UCI机器学习数据集
http://archive.ics.uci.edu/ml/datasets.html
首先是分析数据,查看数据维度。
from pandas import read_csv
filename = 'E:/python_code/python_ml/ml_data/iris.data'
names = ['seper-length','separ-width','petal-length','petal-width','class']

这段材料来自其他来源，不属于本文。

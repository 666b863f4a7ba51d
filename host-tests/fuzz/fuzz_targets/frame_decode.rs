//! Report frame decoding of arbitrary bytes: never panics; whatever decodes re-encodes to
//! the same 64 bytes.
#![no_main]

use covgate::ReportFrame2;
use libfuzzer_sys::fuzz_target;

fuzz_target!(|data: &[u8]| {
    if let Ok(f) = ReportFrame2::decode(data) {
        let mut out = [0u8; 64];
        let n = f.encode(&mut out).expect("a decoded frame encodes");
        assert_eq!(&out[..n], &data[..n], "decode/encode must round-trip");
    }
});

dataset = read_csv(filename,names=names)
#显示数据维度
print('数据维度: 行 %s 列 %s '% dataset.shape)
可以把iris.data保存为iris.data.csv类型 结果是一样的,原文中是变成csv文件
#查看前10行
print(dataset.head(10))
统计描述数据
print(dataset.describe())
output:
seper-length separ-width petal-length petal-width
count 150.000000 150.000000 150.000000 150.000000
mean 5.843333 3.054000 3.758667 1.198667
std 0.828066 0.433594 1.764420 0.763161
min 4.300000 2.000000 1.000000 0.100000
25% 5.100000 2.800000 1.600000 0.300000
50% 5.800000 3.000000 4.350000 1.300000
75% 6.400000 3.300000 5.100000 1.800000
max 7.900000 4.400000 6.900000 2.500000
查看分类分布情况
最开始的names = [‘seper-length’,‘separ-width’,‘petal-length’,‘petal-width’,‘class’]
所以用‘class’查看名字
print(dataset.groupby('class').size())
output:
class
Iris-setosa 50
Iris-versicolor 50
Iris-virginica 50
dtype: int64
数据可视化
使用单变量图表可以更好的理解每一个特征属性
多变量图表用于理解不同特征属性之间的关系
箱线图
dataset.plot(kind ='box', subplots=True, layout= (2,2), sharex= False, sharey= False)
pyplot.show()
dataset.hist()
pyplot.show()
from pandas import scatter_matrix
scatter_matrix(dataset)
pyplot.show()
这里 scatter_matrix的导入,文章好像给错了。我这么写才是正确的
评估算法
(1)分离出评估数据集
(2)采用10折交叉验证来评估算法模型
(3)生成6个不同的模型来预测新数据
(4)选择最优模型
from pandas import read_csv
from matplotlib import pyplot
from pandas import scatter_matrix
from sklearn.model_selection import train_test_split
from sklearn.model_selection import KFold
from sklearn.model_selection import cross_val_score
from sklearn.metrics import classification_report
from sklearn.metrics import confusion_matrix
from sklearn.metrics import accuracy_score
from sklearn.linear_model import LogisticRegression
from sklearn.tree import DecisionTreeClassifier
from sklearn.discriminant_analysis import LinearDiscriminantAnalysis
from sklearn.neighbors import KNeighborsClassifier
from sklearn.naive_bayes import GaussianNB
from sklearn.svm import SVC
filename = 'E:/python_code/python_ml/ml_data/iris.data'
names = ['seper-length','separ-width','petal-length','petal-width','class']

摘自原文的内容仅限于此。